The proposed amendments to Colo. Rev. Stat. § 13-80-104(1)(b)(I) would extend the time period within which a homeowner or other claimant could commence a construction defect claim by pushing back the accrual date that starts the running of the two-year limitations period to a time when both the physical manifestation of a defect and the cause of that defect are known to the claimant. While this would not affect the statute of repose, this change in the accrual date would allow claimants to delay investigation of the source or cause of construction defects, even after the manifestation of such defects has become apparent.
The third key element to Senate Bill 20-138 is the addition of a provision that would subject the statute of limitations and statute of repose periods to statutory and equitable tolling.
As it currently stands in Colorado, equitable tolling is unavailable for construction defect claims, as the Colorado Supreme Court expressly held that the legislature accounted for the extra time needed to complete repairs by setting out a statutory tolling period in the CDARA itself. See Smith v. Executive Custom Homes, Inc., 230 P.3d 1186, 1192 (Colo. 2010). This amendment would override binding Colorado Supreme Court precedent holding that equitable tolling, aside from that expressly provided for in the statutory tolling provisions of CDARA itself, see Colo. Rev. Stat. § 13-20-805, does not apply to construction defect claims.
This would effectively open construction professionals up to extended exposure to liability for errors and omissions in the design and construction of a property for potentially limitless periods of time after completion and occupancy of the improvements. Undoubtedly, it would create an opportunity for the resurgence of the repair doctrine that could operate as a disincentive to the prompt prosecution and resolution of construction defect claims even after the defect and its cause are known, as it would effectively render the tolling provisions afforded for the CDARA’s notice-of-claim process unnecessary.

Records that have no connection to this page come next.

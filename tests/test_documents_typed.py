"""Typed documents (`documents.Document`: the survey plan, the calibration, the shard
manifest) give back byte-identical JSON, and the shard manifest's shape words every fault
exactly as its hand-written reader did (that reader, copied below, is the oracle)."""
from __future__ import annotations

import copy
import json

import numpy as np
import pytest
from helpers import depot_graph

from shardtrain import documents
from shardtrain.errors import InputError
from shardtrain.files import json_text
from shardtrain.forecast.calibrate import Calibration, from_flops
from shardtrain.plan.partition import partition
from shardtrain.plan.shards import (
    SHARDS_MANIFEST,
    ShardManifest,
    build_shards,
    load_manifest,
    read_manifest,
    save_shards,
)
from shardtrain.plan.survey import SurveyPlan, SurveySettings, survey

_MAX_SIZE = 2**62


def _is_count(value) -> bool:
    return isinstance(value, int) and not isinstance(value, bool) and 0 <= value < _MAX_SIZE


_FEATURE_DTYPES = ("<f4", "<f8")


def old_check_manifest(file, m: dict) -> None:
    """The manifest check as plan/shards.py wrote it by hand before the shape (the oracle)."""
    def bad(key: str, rule: str):
        return InputError(f"{file}: '{key}' must be {rule} (got {m.get(key)!r:.60})")

    for key in ("workers", "num_vertices", "num_edges", "num_train_global", "num_classes"):
        if key not in m:
            raise InputError(f"{file}: missing key '{key}'")
        if not _is_count(m[key]):
            raise bad(key, "a non-negative integer")
    k, n = m["workers"], m["num_vertices"]
    if not 1 <= k <= max(n, 1):
        raise bad("workers", f"an integer between 1 and num_vertices ({n})")
    if m["num_train_global"] > n:
        raise bad("num_train_global", f"at most num_vertices ({n})")
    if m.get("input_dim") is not None and not (_is_count(m["input_dim"]) and m["input_dim"] > 0):
        raise bad("input_dim", "a positive integer or null")
    if m.get("feature_dtype") not in (None, *_FEATURE_DTYPES):
        raise bad("feature_dtype", f"one of {', '.join(_FEATURE_DTYPES)} or null")
    if (m.get("feature_dtype") is None) != (m.get("input_dim") is None):
        raise InputError(f"{file}: 'input_dim' and 'feature_dtype' disagree (both are null "
                         f"only when the shards have no features)")
    if not isinstance(m.get("split_id"), str) or not 1 <= len(m["split_id"]) <= 64:
        raise bad("split_id", "the split's id string")
    if m.get("graph_fingerprint") is not None and not isinstance(m["graph_fingerprint"], str):
        raise bad("graph_fingerprint", "a string or null")
    owned = m.get("owned")
    if (not isinstance(owned, list) or len(owned) != k
            or not all(_is_count(c) for c in owned)):
        raise bad("owned", f"a list of {k} vertex counts, one per worker")
    if sum(owned) != n:
        raise InputError(f"{file}: the workers' owned vertices add up to {sum(owned)}, not "
                         f"num_vertices {n}")
    files = m.get("files")
    if not isinstance(files, list) or len(files) != k:
        raise bad("files", f"a list of {k} shard file names, one per worker")
    for name in files:
        if (not isinstance(name, str) or name in ("", ".", "..") or "/" in name
                or "\\" in name or "\0" in name):
            raise InputError(f"{file}: 'files' entry {name!r:.60} is not a plain file name "
                             f"inside the shard directory")
    if len(set(files)) != k:
        raise InputError(f"{file}: 'files' names the same shard file twice")
    if "meta" in m and not isinstance(m["meta"], dict):
        raise bad("meta", "an object")


@pytest.fixture(scope="module")
def shard_dir(tmp_path_factory):
    g = depot_graph()
    path = tmp_path_factory.mktemp("s") / "shards"
    shards = build_shards(g, partition(g, "range", 3), 3)
    save_shards(path, shards, meta={"method": "range", "seed": 0, "graph_fingerprint": "f"})
    return path


# the key order every writer used before the dataclasses (they must write the same bytes)
MANIFEST_KEYS = ["format", "version", "workers", "num_vertices", "num_edges",
                 "num_train_global", "input_dim", "num_classes", "feature_dtype",
                 "graph_fingerprint", "method", "seed", "split_id", "owned", "files", "meta"]
PLAN_KEYS = ["method", "workers", "edge_cut", "replication_factor", "max_memory_bytes",
             "epoch_payload_bytes", "shards", "traffic", "imbalance", "partition",
             "partition_s", "build_s", "partition_cpu_s", "build_cpu_s"]
CALIBRATION_KEYS = ["version", "dtype", "threads", "sparse", "dense", "elementwise",
                    "dropout_masks", "row_moves", "pipe", "exchange_call", "transport_copy",
                    "roofline", "calibration_s"]


def test_manifest_round_trip_is_byte_identical(shard_dir):
    text = (shard_dir / SHARDS_MANIFEST).read_text()
    doc = json.loads(text)
    assert list(doc) == MANIFEST_KEYS
    typed = read_manifest(shard_dir)
    assert isinstance(typed, ShardManifest) and typed.workers == 3 and typed.extra == {}
    assert json_text(typed.to_dict()) == json_text(doc)
    doc["added_later"] = [1]                     # a newer writer's key survives
    assert ShardManifest.from_dict(doc).to_dict() == doc


def test_survey_plan_and_calibration_round_trip():
    plans = survey(depot_graph(), ["range", "random"], [2, 3], SurveySettings())["plans"]
    for plan in plans:
        assert list(plan) == PLAN_KEYS
        again = SurveyPlan.from_dict(copy.deepcopy(plan)).to_dict()
        assert json_text(again) == json_text(plan) and list(again) == PLAN_KEYS
    cal = from_flops(1e9)
    assert list(cal) == ["version", "dtype", "threads", "sparse", "dense", "elementwise",
                         "dropout_masks", "roofline", "calibration_s", "from_flops"]
    assert json_text(Calibration.from_dict(cal).to_dict()) == json_text(cal)
    full = Calibration(**{k: {} for k in CALIBRATION_KEYS if k not in
                          ("version", "dtype", "threads", "sparse", "dense")},
                       version=2, dtype="float32", threads=1, sparse=[], dense=[])
    assert list(full.to_dict()) == CALIBRATION_KEYS


def _mutations(m: dict):
    """Hand-edited manifests: every key removed, and many wrong values per key."""
    bad_values = [None, -1, 0, 1, 2, 3.0, True, "x", "", [], {}, [1, 2], 2**62, "<f4",
                  "a" * 70, ["shard-0000.npz"] * 3, ["a/b", "c", "d"], [40, 40, 40],
                  [40, 40], [0, 0, 120], [".", "b", "c"]]
    for key in list(m):
        yield {k: v for k, v in m.items() if k != key}
        for value in bad_values:
            yield {**m, key: value}
    yield {**m, "input_dim": None}                # features disagree with feature_dtype
    yield {**m, "num_train_global": m["num_vertices"] + 1}
    yield {**m, "workers": m["num_vertices"] + 1}


def test_manifest_shape_words_every_fault_as_the_hand_written_check(shard_dir):
    base = load_manifest(shard_dir)
    file = shard_dir / SHARDS_MANIFEST
    checked = failed = 0
    for doc in _mutations(base):
        try:
            old_check_manifest(file, copy.deepcopy(doc))
            want = None
        except InputError as exc:
            want = str(exc)
        try:
            documents.validate(copy.deepcopy(doc), "manifest", file)
            got = None
        except InputError as exc:
            got = str(exc)
        assert got == want, doc
        checked += 1
        failed += want is not None
    assert checked > 300 and failed > 200          # the mutations do break the manifest


def test_manifest_messages(shard_dir):
    m = load_manifest(shard_dir)
    file = shard_dir / SHARDS_MANIFEST
    with pytest.raises(InputError, match=r"^.*shards\.json: missing key 'workers'$"):
        documents.validate({k: v for k, v in m.items() if k != "workers"}, "manifest", file)
    with pytest.raises(InputError, match=r"'split_id' must be the split's id string \(got None\)"):
        documents.validate({k: v for k, v in m.items() if k != "split_id"}, "manifest", file)
    assert documents.validate(copy.deepcopy(m), "manifest", file) == m
    assert np.sum(m["owned"]) == m["num_vertices"]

If enacted, Senate Bill 20-138 would substantially increase the time construction professionals could be sued for alleged construction defects, which could increase the costs of construction and impede new development. In 2017, the Colorado legislature passed and the Governor signed House Bill 17-1279, requiring that HOA boards make certain disclosures and receive informed consent from members prior to commencing a construction defect action. House Bill 17-1279 was viewed by some as helping to address concerns about exposure to construction defect claims in Colorado. Senate Bill 20-138, if passed, would go in the opposite direction.
The bill was assigned to the Senate Judiciary Committee. No hearings on the bill have been scheduled as of the date of this advisory.